(Data for this task begins)
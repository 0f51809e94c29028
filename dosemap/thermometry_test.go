package dosemap

import (
	"math"
	"math/cmplx"
	"math/rand/v2"
	"slices"
	"strings"
	"testing"

	"gonum.org/v1/gonum/mat"
)

func TestPRFCheckValues(t *testing.T) {
	// testdata/check-values.md, computed from Δφ/ΔT = γ·α·B0·TE with γ/2π =
	// 42.57747892 MHz/T (CODATA 2014) and α = −0.01 ppm/°C; tolerances are
	// half a unit of the listed last digit. σ_T = √2/(|γαB0TE|·SNR) (the √2
	// from memory).
	cases := []struct {
		name      string
		p         PRF
		perDegree float64 // |rad/°C|, 0 = not listed
		wrap      float64 // °C
		snr       float64
		sigma     float64 // °C
	}{
		{"3 T TE 12.8 ms", PRF{Alpha: -0.01, B0: 3, TE: 12.8e-3}, 0.1027, 30.6, 50, 0.275},
		{"1.5 T TE 20 ms", PRF{Alpha: -0.01, B0: 1.5, TE: 20e-3}, 0, 39.1, 0, 0},
	}
	for _, c := range cases {
		if c.perDegree != 0 {
			if got := math.Abs(c.p.PhasePerDegree()); math.Abs(got-c.perDegree) > 5e-5 {
				t.Errorf("%s: |dφ/dT| = %.5f rad/°C, want %.4f", c.name, got, c.perDegree)
			}
		}
		if got := c.p.WrapLimit(); math.Abs(got-c.wrap) > 0.05 {
			t.Errorf("%s: wrap limit %.3f °C, want %.1f", c.name, got, c.wrap)
		}
		if c.snr != 0 {
			if got := c.p.NoiseSigma(c.snr); math.Abs(got-c.sigma) > 5e-4 {
				t.Errorf("%s: σ_T = %.4f °C at SNR %g, want %.3f", c.name, got, c.snr, c.sigma)
			}
		}
	}
	// Sign and α: PRF frequency falls with temperature (α < 0), so with sign
	// +1 the phase falls; sign −1 flips it; a zero α means the default.
	p := PRF{B0: 3, TE: 0.01}
	if p.PhasePerDegree() >= 0 {
		t.Error("default α, sign +1: phase per degree should be negative")
	}
	q := p
	q.Sign = -1
	if q.PhasePerDegree() != -p.PhasePerDegree() {
		t.Error("sign −1 does not flip the phase per degree")
	}
	r := p
	r.Alpha = -0.0097 // porcine muscle, De Poorter MRM 1995;34:359
	if relErr(r.PhasePerDegree()/p.PhasePerDegree(), 0.97) > 1e-12 {
		t.Error("α is not proportional")
	}
}

func TestWrapPhase(t *testing.T) {
	// Definition: the result lies in (−π, π] and differs by a multiple of 2π.
	for _, x := range []float64{0, 1, math.Pi, -math.Pi, 3.5, -3.5, 7, -7, 100, -100, 2 * math.Pi, 1e-9 - math.Pi} {
		w := wrapPhase(x)
		if !(w > -math.Pi && w <= math.Pi) {
			t.Errorf("wrapPhase(%g) = %g outside (−π, π]", x, w)
		}
		if k := (x - w) / (2 * math.Pi); math.Abs(k-math.Round(k)) > 1e-9 {
			t.Errorf("wrapPhase(%g) = %g is not x − 2πk", x, w)
		}
	}
}

// phantom makes synthetic thermometry of a disc phantom: magnitude 100
// inside a disc, 1 outside; phase = a smooth offset + PhasePerDegree·ΔT +
// drift, wrapped into (−π, π]; optional complex Gaussian noise.
type phantom struct {
	g     Geometry
	prf   PRF
	times []float64
	rise  func(x, y float64, f int) float64 // ΔT °C at in-plane mm from the centre
	drift func(x, y float64, f int) float64 // background phase, rad
	snr   float64                           // 0: noiseless
	seed  uint64
}

func newPhantom(cols, frames int) *phantom {
	return &phantom{
		g:     NewAxialGeometry(cols, cols, 2, Vec3{2, 2, 3}, Vec3{-float64(cols - 1), -float64(cols - 1), 0}),
		prf:   PRF{Alpha: -0.01, B0: 3, TE: 12.8e-3, Sign: 1},
		times: uniformTimes(frames, 3),
		seed:  1,
	}
}

func (p *phantom) inside(x, y float64) bool {
	r := 0.9 * float64(p.g.Cols) // mm: 0.45 of the field of view
	return x*x+y*y < r*r
}
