/* An intact frame sits at buf[0 .. need): account for it and read a command. */
static trl_rx_kind_t rx_frame(trl_rx_t *rx, trl_rx_event_t *ev)
{
    const uint8_t *p = rx->buf + TRL_HEADER_SIZE;
    uint16_t seq = trl_get_le16(rx->buf + 4);
    size_t len = (size_t)rx->need - TRL_OVERHEAD;
    uint8_t opcode;
    int with_arg;
    rx->stats.frames_ok++;
    if (rx->have_seq)
        rx->stats.frames_lost += (uint16_t)((seq - rx->last_seq - 1u) & 0xFFFFu);
    rx->have_seq = 1u;
    rx->last_seq = seq;
    rx->aligned = 1u;
    if (rx->buf[2] != TRL_PROTOCOL_VERSION || rx->buf[3] != TRL_TYPE_COMMAND) {
        rx->stats.ignored++;
        return TRL_RX_NONE;
    }
    opcode = len >= 1u ? p[0] : 0u;
    with_arg = opcode == (uint8_t)TRL_OP_SET_RATE || opcode == (uint8_t)TRL_OP_PING;
    ev->seq = seq;
    ev->opcode = opcode;
    ev->tag = len >= 4u ? trl_get_le16(p + 2) : 0u;
    ev->argument = 0u;
    if (!known_opcode(opcode)) {
        ev->result = (uint8_t)TRL_ACK_UNKNOWN_COMMAND;
        return TRL_RX_REFUSED;
    }
    if (len != (with_arg ? 8u : 4u)) {
        ev->result = (uint8_t)TRL_ACK_BAD_ARGUMENT;
        return TRL_RX_REFUSED;
    }
    ev->result = (uint8_t)TRL_ACK_OK;
    if (with_arg)
        ev->argument = trl_get_le32(p + 4);
    return TRL_RX_COMMAND;
}

trl_rx_kind_t trl_rx_poll(trl_rx_t *rx, trl_rx_event_t *ev)
{
    while (rx->scanned < rx->len) {
        uint8_t k = rx->scanned;
        if ((k == 0u && rx->buf[0] != TRL_MAGIC0) || (k == 1u && rx->buf[1] != TRL_MAGIC1)) {
            rx_drop(rx);
            continue;
        }
        rx->scanned = (uint8_t)(k + 1u);
        if (rx->scanned == TRL_HEADER_SIZE && !rx_header(rx)) {
            rx_drop(rx);
            continue;
        }
        if (rx->need != 0u && rx->scanned == rx->need) {
            size_t body = (size_t)rx->need - TRL_TRAILER_SIZE;
            trl_rx_kind_t kind;
            if (trl_crc32(rx->buf, body) != trl_get_le32(rx->buf + body)) {
                rx->stats.frame_crc_errors++;
                rx_drop(rx);
                continue;
            }
            kind = rx_frame(rx, ev);
            rx_consume(rx);
            if (kind != TRL_RX_NONE)
                return kind;
        }
    }
    return TRL_RX_NONE;
}

trl_rx_kind_t trl_rx_push(trl_rx_t *rx, uint8_t byte, trl_rx_event_t *ev)
{
    /* Cannot happen while events are drained (a held candidate is always
     * shorter than the buffer); kept so that ignoring them loses no memory. */
    if (rx->len >= TRL_RX_BUFFER_SIZE)
        rx_drop(rx);
    rx->buf[rx->len] = byte;
    rx->len = (uint8_t)(rx->len + 1u);
    return trl_rx_poll(rx, ev);
}

trl_rx_kind_t trl_rx_feed(trl_rx_t *rx, const uint8_t *data, size_t len, size_t *used,
                          trl_rx_event_t *ev)
{
    size_t i = 0;
    trl_rx_kind_t kind = trl_rx_poll(rx, ev);
    while (kind == TRL_RX_NONE && i < len)
        kind = trl_rx_push(rx, data[i++], ev);
    *used = i;
    return kind;
}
(Data for this task ends)
> _Brief_: Please show every line of the records that holds the word "scanned".

> _Answer below_:
    while (rx->scanned < rx->len) {
        uint8_t k = rx->scanned;
        rx->scanned = (uint8_t)(k + 1u);
        if (rx->scanned == TRL_HEADER_SIZE && !rx_header(rx)) {
        if (rx->need != 0u && rx->scanned == rx->need) {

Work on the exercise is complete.